▶ DIRECTIONS
In the records that come next, find every line with "both". Return those lines.

━━━ INPUT FOR THIS TASK

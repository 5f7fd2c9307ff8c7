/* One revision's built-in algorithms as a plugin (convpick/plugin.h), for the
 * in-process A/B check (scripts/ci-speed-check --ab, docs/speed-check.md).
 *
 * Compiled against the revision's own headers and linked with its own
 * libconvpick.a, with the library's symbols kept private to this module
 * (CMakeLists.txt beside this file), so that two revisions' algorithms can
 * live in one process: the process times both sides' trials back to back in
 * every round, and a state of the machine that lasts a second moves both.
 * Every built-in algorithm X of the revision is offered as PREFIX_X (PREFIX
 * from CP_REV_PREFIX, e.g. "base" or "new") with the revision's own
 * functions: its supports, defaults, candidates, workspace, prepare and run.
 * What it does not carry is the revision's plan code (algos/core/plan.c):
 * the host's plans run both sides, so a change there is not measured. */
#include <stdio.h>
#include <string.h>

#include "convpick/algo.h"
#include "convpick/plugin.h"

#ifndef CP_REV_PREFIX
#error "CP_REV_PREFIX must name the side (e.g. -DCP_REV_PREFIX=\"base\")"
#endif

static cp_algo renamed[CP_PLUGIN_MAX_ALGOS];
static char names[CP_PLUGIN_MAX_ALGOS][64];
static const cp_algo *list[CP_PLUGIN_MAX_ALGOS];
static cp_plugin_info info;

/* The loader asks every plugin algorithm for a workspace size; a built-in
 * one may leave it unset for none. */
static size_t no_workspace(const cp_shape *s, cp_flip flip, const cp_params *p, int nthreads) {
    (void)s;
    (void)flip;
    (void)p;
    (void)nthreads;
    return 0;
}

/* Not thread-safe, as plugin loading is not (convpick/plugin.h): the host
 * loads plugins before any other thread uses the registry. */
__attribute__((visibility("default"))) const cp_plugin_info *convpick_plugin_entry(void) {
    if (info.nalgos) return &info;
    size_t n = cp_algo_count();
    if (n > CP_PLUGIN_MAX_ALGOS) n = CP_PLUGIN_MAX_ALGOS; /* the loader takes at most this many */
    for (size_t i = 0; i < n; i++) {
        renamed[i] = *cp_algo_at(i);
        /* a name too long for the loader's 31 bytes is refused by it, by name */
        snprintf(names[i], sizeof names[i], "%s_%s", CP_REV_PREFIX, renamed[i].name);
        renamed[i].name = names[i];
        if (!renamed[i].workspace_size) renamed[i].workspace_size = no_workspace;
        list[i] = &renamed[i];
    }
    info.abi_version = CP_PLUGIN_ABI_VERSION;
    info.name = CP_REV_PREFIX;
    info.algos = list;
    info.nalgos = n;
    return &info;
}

━━━━━━
━━━ INPUT FOR THIS TASK

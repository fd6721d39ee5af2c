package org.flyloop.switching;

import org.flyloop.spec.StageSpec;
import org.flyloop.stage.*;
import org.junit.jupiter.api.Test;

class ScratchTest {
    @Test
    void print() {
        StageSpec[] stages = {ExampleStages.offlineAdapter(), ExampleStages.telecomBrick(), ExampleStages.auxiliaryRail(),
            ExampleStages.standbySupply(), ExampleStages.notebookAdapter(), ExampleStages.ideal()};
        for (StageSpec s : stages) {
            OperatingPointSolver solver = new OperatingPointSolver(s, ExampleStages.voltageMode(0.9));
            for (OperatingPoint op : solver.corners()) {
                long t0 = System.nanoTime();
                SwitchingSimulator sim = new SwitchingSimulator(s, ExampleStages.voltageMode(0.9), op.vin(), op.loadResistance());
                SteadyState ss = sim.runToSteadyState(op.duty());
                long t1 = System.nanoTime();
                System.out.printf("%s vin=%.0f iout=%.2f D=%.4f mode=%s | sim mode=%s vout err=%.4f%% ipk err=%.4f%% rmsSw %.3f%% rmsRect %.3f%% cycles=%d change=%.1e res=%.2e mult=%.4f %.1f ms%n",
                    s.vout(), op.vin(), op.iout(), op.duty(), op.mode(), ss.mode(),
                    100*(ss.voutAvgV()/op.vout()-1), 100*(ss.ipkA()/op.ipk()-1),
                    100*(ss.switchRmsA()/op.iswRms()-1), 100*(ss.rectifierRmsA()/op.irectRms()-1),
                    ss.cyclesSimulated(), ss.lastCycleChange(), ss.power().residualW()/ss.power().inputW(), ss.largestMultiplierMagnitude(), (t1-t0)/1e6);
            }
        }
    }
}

━━━━━━

▶ OUTPUT FOR THIS TASK
 * live in one process: the process times both sides' trials back to back in
 * every round, and a state of the machine that lasts a second moves both.
 * the host's plans run both sides, so a change there is not measured. */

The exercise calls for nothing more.